Siegfried é o encontro com esse amor que se foi e que agora está vivendo uma nova vida. Frank se questiona logo de início se deveria enveredar numa vida mais pacata, constituir família. Para depois vir numa das últimas estrofes afirmando seu estilo de vida e se negando a mudar:

Spin this flammable paper on the film's that my life
High flights, inhale the vapor, exhale once and think twice
Eat some shrooms, maybe have a good cry, about you
See some colors, light hangglide off the moon

Godspeed é um complemento dessa aceitação. Ocean, aqui, deixa seu amor ir, mas também fala que sempre vai amar este alguém.

I let go of my claim on you, it's a free world
You look down on where you came from sometimes
But you'll have this place to call home, always

Futura Free, com pouco mais de 9 minutos encerra o álbum. A faixa compila tudo que foi dito ao longo do álbum. Fala de seu sucesso enquanto artista, se refere à mãe e também ao amor que se foi. Mas, devido a sua extensão, a canção mais difícil de toda a obra, é difícil perceber todas as camadas colocadas por Ocean.
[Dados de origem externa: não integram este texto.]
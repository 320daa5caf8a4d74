package friction

import (
	"math"

	"leat/compute"
)

// The accepted ranges are far wider than any wall, bed or liquid, and narrow enough that nothing computed from
// them overflows.
const (
	leastManning, greatestManning     = 1e-6, 1e3  // s/m^(1/3)
	leastStrickler, greatestStrickler = 1e-3, 1e6  // m^(1/3)/s, the reciprocals of the same
	leastChezy, greatestChezy         = 1e-3, 1e6  // m^(1/2)/s
	leastSand, greatestSand           = 1e-12, 1e4 // m
	leastViscosity, greatestViscosity = 1e-9, 1.0  // m2/s
	leastGravity, greatestGravity     = 1e-3, 1e4  // m/s2
	greatestDepth                     = 1e100      // m
)

// within appends the fault of a value that is not a positive number from least to greatest.
func within(faults compute.Faults, member, name string, value, least, greatest float64) compute.Faults {
	switch {
	case math.IsNaN(value) || math.IsInf(value, 0):
		return append(faults, compute.Fault{Member: member, Code: "not_finite", Detail: "The " + name + " must be a finite number."})
	case value <= 0:
		return append(faults, compute.Fault{Member: member, Code: "not_positive", Detail: "The " + name + " must be greater than 0."})
	case value < least:
		return append(faults, compute.Fault{Member: member, Code: "out_of_range", Detail: "The " + name + " is smaller than any that occurs; check its unit."})
	case value > greatest:
		return append(faults, compute.Fault{Member: member, Code: "out_of_range", Detail: "The " + name + " is greater than any that occurs; check its unit."})
	}
	return faults
}

// withinManning is within for a Manning coefficient.
func withinManning(faults compute.Faults, member string, n float64) compute.Faults {
	return within(faults, member, "Manning coefficient", n, leastManning, greatestManning)
}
Com 17 faixas o álbum é um tanto difícil de ser consumido, é preciso tempo para digeri-lo, principalmente por causa do uso excessivo de sintetização e efeitos na voz, o que pode, em alguns momentos, ser irritante, e até mesmo monótono. Blonde é um álbum difícil, mas isso é uma de suas melhores qualidades. Frank Ocean traz inúmeras referências artísticas, históricas e culturais em suas músicas, falando com maestria de questões ligadas à família, sexualidade, abuso de drogas e o fim de um amor. É uma obra para ser ouvida com carinho e paciência, da mesma maneira que se constrói uma relação amorosa.